Judge: Dr. Gillson, please explain to the Court why your last post appeared over a month ago. How do you expect to keep your following in the face of such an erratic schedule?
Me: I apologize Your Honor. There are just too many things going on these days. I can’t seem to focus.
Judge: Please clarify. You can’t seem to focus or you actually can’t focus?
Me: I actually can’t focus. What is Twitter going to look like with Musk at the helm? What will happen in the Ukraine? What about current and impending shortages in just about everything including common sense? And why won’t my dog, Sarge, make friends with his talk-buttons? Not only that, he recently nibbled the white tuft (aka “flag”) on his tail down to its nub for the second time. Anyway, I’m swamped.
Judge: Whatever.

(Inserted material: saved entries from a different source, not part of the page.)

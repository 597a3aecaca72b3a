"""Loading the invented tea-shop catalogue (models.scenario) into storage, idempotently."""

from __future__ import annotations

import json
import math
from dataclasses import dataclass

from sqlalchemy.orm import Session

from models import Catalogue, ScenarioProduct, generate_catalogue
from service.catalogue import observations, products
from service.catalogue.ingest import covariates_json
from service.catalogue.observations import ObservationTuple, observation_writer
from service.core.db import make_engine, make_session_factory, session_scope
from service.core.settings import Settings
from service.core.tables import ProductRow


@dataclass(frozen=True)
class DemoSummary:
    products: int
    observations: int
    inserted: int
    updated: int
    unchanged: int = 0


def product_fields(product: ScenarioProduct) -> dict[str, object]:
    return {
        "name": product.name,
        "family": product.family,
        "currency": product.currency,
        "unit_cost": round(product.unit_cost, 2),
        "current_price": round(product.current_price, 2),
        "min_price": round(product.min_price, 2),
        "max_price": round(product.max_price, 2),
        "default_spec": demo_spec(product),
    }


def demo_spec_cross(sku: str, seed: int = 7) -> list[str]:
    """The siblings whose prices enter a demo tin's default spec."""
    return sorted(generate_catalogue(seed).product(sku).truth.cross_price_coefs)


def demo_spec(product: ScenarioProduct) -> dict[str, object]:
    """What an analyst of the shop would start from: every recorded driver, the siblings
    believed to compete with the tin, and form chosen by out-of-sample error."""
    return {
        "form": "auto",
        "covariates": ["rival_price", "promo", "ad_spend", "holiday"],
        "log_covariates": ["rival_price", "ad_spend"],
        "cross_prices": sorted(product.truth.cross_price_coefs),
    }


def observation_rows(product_id: int, product: ScenarioProduct) -> list[ObservationTuple]:
    h = product.history
    rows: list[ObservationTuple] = []
    for i in range(h.n_periods):
        covariates = {
            name: float(values[i])
            for name, values in h.covariates.items()
            if math.isfinite(values[i])
        }
        cost = float(h.unit_cost[i])
        rows.append(
            (
                product_id,
                str(h.periods[i]),
                float(h.price[i]),
                float(h.units[i]),
                cost if math.isfinite(cost) else None,
                bool(h.in_stock[i]),
                covariates_json(covariates),
            )
        )
    return rows


def _same_product(row: ProductRow | None, fields: dict[str, object]) -> bool:
    return row is not None and all(getattr(row, name) == value for name, value in fields.items())


def _same_history(session: Session, product_id: int, rows: list[ObservationTuple]) -> bool:
    """Whether the stored history is exactly the generated one (the demo loaded before)."""
    stored = observations.list_all(session, product_id=product_id)
    if len(stored) != len(rows):
        return False
    return all(
        (
            s.period.isoformat(),
            s.price,
            s.units,
            s.unit_cost,
            s.in_stock,
            dict(s.covariates or {}),
        )
        == (period, price, units, cost, in_stock, json.loads(covariates or "{}"))
        for s, (_, period, price, units, cost, in_stock, covariates) in zip(
            stored, rows, strict=True
        )
    )


def load_catalogue(settings: Settings, catalogue: Catalogue) -> DemoSummary:
    """Upsert every product and its history in one transaction. A product and a history
    that are already stored as generated are left alone, so loading again changes
    nothing (no history is marked as changed, so no refit is due)."""
    engine = make_engine(settings)
    try:
        with session_scope(make_session_factory(engine, writer=True)) as session:
            writer = observation_writer(session)
            unchanged = 0
            for product in catalogue.products:
                fields = product_fields(product)
                row = products.get(session, sku=product.sku)
                if not _same_product(row, fields):
                    row, _ = products.put(session, sku=product.sku, fields=fields)
                assert row is not None
                rows = observation_rows(row.id, product)
                if _same_history(session, row.id, rows):
                    unchanged += len(rows)
                    continue
                writer.write(rows)
            inserted, updated = writer.finish()
    finally:
        engine.dispose()
    return DemoSummary(
        products=len(catalogue.products),
        observations=writer.rows + unchanged,
        inserted=inserted,
        updated=updated,
        unchanged=unchanged,
    )


def load(settings: Settings, *, seed: int = 7) -> DemoSummary:
    return load_catalogue(settings, generate_catalogue(seed))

All that aside, I find you guilty of lacking clarity of speech and I hereby sentence you to get on with this post. And I’m sorry to hear about Sarge’s tuft. Why don’t you try some more niacinamide?
I dunno. Maybe we’re all just too smart for our own good. Maybe we’re overthinking things. Maybe brains are overrated. After all, there are lots of critters out there that get along just fine without brains: take the Trichoplax for example.
I’m pretty sure that Trichoplax is not the last name of a Roman General, e.g. Felix Octavius Trichoplax but you never know. The one thing I am certain of though, is that the Trichoplax is a three-layered, Flubber-like multicellular creature kind of like an amoeba except an amoeba only has one cell. Neither one of these organisms has muscles or a nervous system let alone a brain but they both exhibit complex behaviors including oozing around, repairing small appliances and running for public office. They also bear a strong resemblance to thin blobs of nasal mucus, since you asked.
Exhibit A is an amoeba, although I think it looks vaguely like a tiny cat with no neck and strange ears, executing a back layout.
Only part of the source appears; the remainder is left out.